Towards a Methodology of Journalistic Film Criticism

In thinking about reviewing films for the newspaper Tablet, I realized early on that there was no point in writing film reviews in the standard style. Specifically, I’m referring to the style seen in Tablet‘s primary competitors, The Stranger and Seattle Weekly, and to a lesser extent that seen in the two daily newspapers. This style is the predominant one of film criticism, and descends directly from academics: it is the style of film-studies critical analysis. As new generations of film journalists have graduated college and entered the profession, they have taken their stylistic cues from their classes. In turn, film-studies education is thoroughly the child of the French new wave, and is best exemplified in the work of Pauline Kael.

It isn’t necessary to identify particular elements of this style, because looking for specifics misses the point entirely–this is genuinely a case of not seeing the forest for the trees. Modern film journalism is built on a flawed foundation, and its entire approach is askew as a result.

When students study films and write papers on them for class, they are doing so for a particular audience: the professor. His or her status as a professor isn’t the issue; the issue is so simple it’s easy to overlook. The professor has already seen the film.

In short, academic film criticism is meant to be an analysis between people who are all familiar with the subject. It is not intended for people who have not seen the film, because in the classroom environment the audience and the critics are one and the same.

That is fine in an educational context. It’s even fine in film-criticism magazines like Cahiers du Cinema–that kicked off the new wave by introducing the auteur theory and so forth.

The problem is this: academic film criticism has become the standard approach for journalistic film criticism. That is, the film criticism that appears in traditional periodic media for a broad audience–an audience who has not seen the film.

Film journalists write their reviews using the same approach they learned when writing academic film criticism, or they are aping the style of those who learned it that way.
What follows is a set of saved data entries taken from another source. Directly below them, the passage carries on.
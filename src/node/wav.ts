/**
 * WAV files through wavefile (Node only). I/Q files are stereo: left = I, right = Q.
 * Encodings: 16- and 24-bit integer PCM and 32-bit IEEE float.
 *
 * Integer scaling: a sample x in full-scale units is stored as `round(x·2^(b−1))`, limited to
 * `[−2^(b−1), 2^(b−1) − 1]`, and read back as `v / 2^(b−1)` (the usual two's-complement mapping, AES17
 * full scale at ±1.0). A round trip is therefore within half an LSB, and +1.0 exactly comes back one
 * LSB low. Samples beyond full scale cannot be stored as integers: they are limited and counted in
 * `clippedSamples`, never clipped silently. Float files keep values beyond ±1.0 (counted in
 * `overFullScale`, since many players clip them).
 */
import { readFile, writeFile } from 'node:fs/promises';
import * as wavefileNs from 'wavefile';
import { OrthotoneError } from '../core/errors.js';
import { requireOneOf } from '../core/validate.js';

/** Sample encodings this module writes. */
export type WavEncoding = 'int16' | 'int24' | 'float32';

/** Encodings accepted by {@link encodeWav}. */
export const WAV_ENCODINGS: readonly WavEncoding[] = Object.freeze(['int16', 'int24', 'float32']);

/** A decoded WAV file. */
export interface WavData {
  /** Sample rate, Hz. */
  sampleRate: number;
  /** One array per channel, full-scale units (1.0 = 0 dBFS). */
  channels: Float32Array[];
  /** wavefile's bit-depth code: '8', '16', '24', '32', '32f', '64'. */
  bitDepth: string;
}

/** What writing did to the samples. */
export interface WavWriteReport {
  /** The file's bytes. */
  bytes: Uint8Array;
  /** Integer files: samples beyond full scale that had to be limited (lost). */
  clippedSamples: number;
  /** Samples with magnitude above 1.0 (float files keep them; integer files clip them). */
  overFullScale: number;
  /** Largest magnitude written, full-scale units. */
  peak: number;
}

interface WaveFileLike {
  fromScratch(channels: number, sampleRate: number, bitDepth: string, samples: ArrayLike<number>[]): void;
  fromBuffer(bytes: Uint8Array): void;
  toBuffer(): Uint8Array;
  getSamples(interleaved: boolean, out: unknown): Float64Array | Float64Array[];
  bitDepth: string;
  fmt: { numChannels?: number; sampleRate?: number };
}

type WaveFileCtor = new () => WaveFileLike;

function waveFileClass(): WaveFileCtor {
  // TOOLCHAIN.md: a namespace import, then `ns.WaveFile ?? ns.default?.WaveFile` works in Node ESM,
  // CJS, vitest and Vite alike.
  const ns = wavefileNs as unknown as { WaveFile?: WaveFileCtor; default?: { WaveFile?: WaveFileCtor } };
  const c = ns.WaveFile ?? ns.default?.WaveFile;
  if (!c)
    throw new OrthotoneError('INVALID_ARGUMENT', 'the wavefile package did not load: reinstall dependencies');
  return c;
}

/**
 * Encodes channels as a WAV file.
 * @param channels one Float32Array per channel (same lengths), full-scale units.
 * @param sampleRate Hz (whole number).
 * @param encoding 'int16', 'int24' or 'float32'.
 * @returns the bytes and what happened to out-of-range samples.
 * @throws {OrthotoneError} INVALID_ARGUMENT for no channels, channels of different lengths, a bad
 *   sample rate or encoding.
 */
export function encodeWav(
  channels: Float32Array[],
  sampleRate: number,
  encoding: WavEncoding,
): WavWriteReport {
  requireOneOf('encoding', encoding, WAV_ENCODINGS);
  if (!Array.isArray(channels) || channels.length < 1) {
    throw new OrthotoneError('INVALID_ARGUMENT', 'give at least one channel to write');
  }
  const n = channels[0]!.length;
  if (channels.some((c) => c.length !== n)) {
    throw new OrthotoneError(
      'BUFFER_MISMATCH',
      `channels have different lengths (${channels.map((c) => c.length).join(', ')}): pass equal lengths`,
    );
  }
  if (!Number.isInteger(sampleRate) || sampleRate < 1 || sampleRate > 4_294_967_295) {
    throw new OrthotoneError(
      'INVALID_ARGUMENT',
      `sampleRate ${sampleRate} must be a whole number of Hz for a WAV file`,
      sampleRate,
    );
  }
  let clipped = 0;
  let over = 0;
  let peak = 0;
  for (const c of channels) {
    for (let k = 0; k < n; k++) {
      const a = Math.abs(c[k]!);
      if (a > peak) peak = a;
      if (a > 1) over++;
    }
  }
  const W = waveFileClass();
  const wav = new W();
  if (encoding === 'float32') {
    wav.fromScratch(channels.length, sampleRate, '32f', channels);
  } else {
    const bits = encoding === 'int16' ? 16 : 24;
    const scale = 2 ** (bits - 1);
    const max = scale - 1;
    const ints = channels.map((c) => {
      const out = new Int32Array(n);
      for (let k = 0; k < n; k++) {
        const x = c[k]!;
        let v = Math.round(x * scale);
        if (!(v <= max)) {
          // +1.0 exactly lands one LSB above the top code: limited, within one LSB, not counted.
          if (!(x <= 1)) clipped++;
          v = Number.isNaN(v) ? 0 : max;
        } else if (v < -scale) {
          clipped++;
          v = -scale;
        }
        out[k] = v;
      }
      return out;
    });
    wav.fromScratch(channels.length, sampleRate, String(bits), ints);
  }
  return { bytes: wav.toBuffer(), clippedSamples: clipped, overFullScale: over, peak };
}

/**
 * Decodes a WAV file (PCM 8/16/24/32-bit integer or 32/64-bit float) to full-scale units.
 * @throws {OrthotoneError} INVALID_ARGUMENT when the bytes are not a readable WAV file.
 */
export function decodeWav(bytes: Uint8Array): WavData {
  const W = waveFileClass();
  const wav = new W();
  try {
    wav.fromBuffer(bytes);
  } catch (e) {
    throw new OrthotoneError('INVALID_ARGUMENT', `not a readable WAV file: ${(e as Error).message}`);
  }
  const depth = wav.bitDepth;
  const raw = wav.getSamples(false, Float64Array);
  const chans = (Array.isArray(raw) ? raw : [raw]) as Float64Array[];
  let scale = 1;
  let offset = 0;
  if (depth === '8') {
    scale = 128;
    offset = 128;
  } else if (depth !== '32f' && depth !== '64') {
    const bits = Number.parseInt(depth, 10);
    if (!Number.isFinite(bits)) {
      throw new OrthotoneError('INVALID_ARGUMENT', `WAV bit depth ${depth} is not supported`);
    }
    scale = 2 ** (bits - 1);
  }
  const channels = chans.map((c) => {
    const out = new Float32Array(c.length);
    for (let k = 0; k < c.length; k++) out[k] = (c[k]! - offset) / scale;
    return out;
  });
  return { sampleRate: Number(wav.fmt.sampleRate), channels, bitDepth: depth };
}

/**
 * Writes a WAV file.
 * @param path file to write.
 * @returns the write report (see {@link encodeWav}).
 * @throws {OrthotoneError} as {@link encodeWav}; file system errors pass through.
 */
export async function writeWavFile(
  path: string,
  channels: Float32Array[],
  sampleRate: number,
  encoding: WavEncoding,
): Promise<WavWriteReport> {
  const r = encodeWav(channels, sampleRate, encoding);
  await writeFile(path, r.bytes);
  return r;
}

/**
 * Reads a WAV file.
 * @throws {OrthotoneError} INVALID_ARGUMENT when it is not a readable WAV file.
 */
export async function readWavFile(path: string): Promise<WavData> {
  return decodeWav(new Uint8Array(await readFile(path)));
}

/**
 * Writes an I/Q pair as a stereo WAV file: left = I, right = Q.
 * @throws {OrthotoneError} BUFFER_MISMATCH when I and Q differ in length; as {@link encodeWav}.
 * @example
 * ```ts
 * import { mkdtempSync } from 'node:fs';
 * import { tmpdir } from 'node:os';
 * import { join } from 'node:path';
 * import { createQuadratureGenerator, createSignalSource, designNetwork } from 'orthotone';
 * import { readIqWavFile, writeIqWavFile } from 'orthotone/node';
 *
 * // One second of a 1000 Hz tone as I/Q (left I, right Q), written and read back.
 * const net = designNetwork({ sampleRate: 48000, band: [300, 3000], method: 'allpass', targetDb: 60 });
 * const gen = createQuadratureGenerator(net);
 * const audio = new Float32Array(48000);
 * createSignalSource({ kind: 'tone', frequencyHz: 1000, levelDbfs: -6 }, 48000).fill(audio);
 * const i = new Float32Array(48000);
 * const q = new Float32Array(48000);
 * gen.process(audio, i, q);
 * const file = join(mkdtempSync(join(tmpdir(), 'iq-')), 'tone-iq.wav');
 * await writeIqWavFile(file, i, q, 48000); // 32-bit float by default
 * const back = await readIqWavFile(file);
 * console.log(back.sampleRate, back.i.length, back.q.length);
 * ```
 */
export async function writeIqWavFile(
  path: string,
  i: Float32Array,
  q: Float32Array,
  sampleRate: number,
  encoding: WavEncoding = 'float32',
): Promise<WavWriteReport> {
  if (i.length !== q.length) {
    throw new OrthotoneError(
      'BUFFER_MISMATCH',
      `I has ${i.length} samples but Q has ${q.length}: pass equal lengths`,
    );
  }
  return writeWavFile(path, [i, q], sampleRate, encoding);
}

/**
 * Reads a stereo I/Q WAV file (left = I, right = Q).
 * @throws {OrthotoneError} INVALID_ARGUMENT when the file is not stereo.
 * @example
 * ```ts
 * import { mkdtempSync } from 'node:fs';
 * import { tmpdir } from 'node:os';
 * import { join } from 'node:path';
 * import { createQuadratureGenerator, createSignalSource, designNetwork } from 'orthotone';
 * import { readIqWavFile, writeIqWavFile } from 'orthotone/node';
 *
 * // One second of a 1000 Hz tone as I/Q (left I, right Q), written and read back.
 * const net = designNetwork({ sampleRate: 48000, band: [300, 3000], method: 'allpass', targetDb: 60 });
 * const gen = createQuadratureGenerator(net);
 * const audio = new Float32Array(48000);
 * createSignalSource({ kind: 'tone', frequencyHz: 1000, levelDbfs: -6 }, 48000).fill(audio);
 * const i = new Float32Array(48000);
 * const q = new Float32Array(48000);
 * gen.process(audio, i, q);
 * const file = join(mkdtempSync(join(tmpdir(), 'iq-')), 'tone-iq.wav');
 * await writeIqWavFile(file, i, q, 48000); // 32-bit float by default
 * const back = await readIqWavFile(file);
 * console.log(back.sampleRate, back.i.length, back.q.length);
 * ```
 */
export async function readIqWavFile(
  path: string,
): Promise<{ i: Float32Array; q: Float32Array; sampleRate: number }> {
  const d = await readWavFile(path);
  if (d.channels.length !== 2) {
    throw new OrthotoneError(
      'INVALID_ARGUMENT',
      `${path} has ${d.channels.length} channel(s): an I/Q file is stereo (left I, right Q)`,
    );
  }
  return { i: d.channels[0]!, q: d.channels[1]!, sampleRate: d.sampleRate };
}

/**
 * Mixes any WAV channels down to one mono signal (mean of the channels).
 * @returns the mono samples, full-scale units (the channel itself, not a copy, when there is one).
 * @throws never for data from {@link readWav} (at least one channel); an object with no channels
 *   fails with a TypeError.
 */
export function toMono(d: WavData): Float32Array {
  if (d.channels.length === 1) return d.channels[0]!;
  const n = d.channels[0]!.length;
  const out = new Float32Array(n);
  for (const c of d.channels) for (let k = 0; k < n; k++) out[k]! += c[k]! / d.channels.length;
  return out;
}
But because they know they are writing for an audience unfamiliar with the film at hand, and because they recognize that they are serving something of a consumer-guide role–is the film worth your money?–they are forced to hobble their review by keeping important elements of the film a secret. Readers rarely appreciate it when a film critic reveals plot twists, for example, or which characters live and die, and so forth.

As a result, journalistic film criticism limps. The demands of the academic style create tension with the restrictions of the journalistic mission. Academia demands that the review must be long enough to have substance–which probably means a couple thousand words or more–while journalism demands that it not give away too much of the plot. And where the academic style often leads to an idiosyncratic viewpoint, a preoccupation with some particular agenda or vision, the journalistic style demands a broad-based, somewhat populist viewpoint that is accessible to the publication’s target demographic. A film critic who wants to write about the roles of women in action films cannot write a review of a new Steven Seagal flick that focuses almost exclusively on the obligatory girlfriend character; he or she needs to write about the entire film or the audience is likely to complain.

The academic style is perfectly fine for forums where the audience can be assumed to have seen the film. But daily and weekly newspapers, where these reviews appear, are not such forums.

This suggests that there could be another way. That there could be such a thing as a journalistic film criticism style. This would be an approach that does acknowledge the consumer-guide nature of the material, while still providing insightful analysis and cinematic context.

I’ve come up with a draft version of such a style, and it goes like this.

Journalistic film criticism should, first and foremost, be brief. As a rule of thumb, 500-700 words seems sufficient. This is in part to exert discipline on the craft, and to ensure that the most important points are made clearly and swiftly. It is also to decrease the likelihood of giving away too much of the film.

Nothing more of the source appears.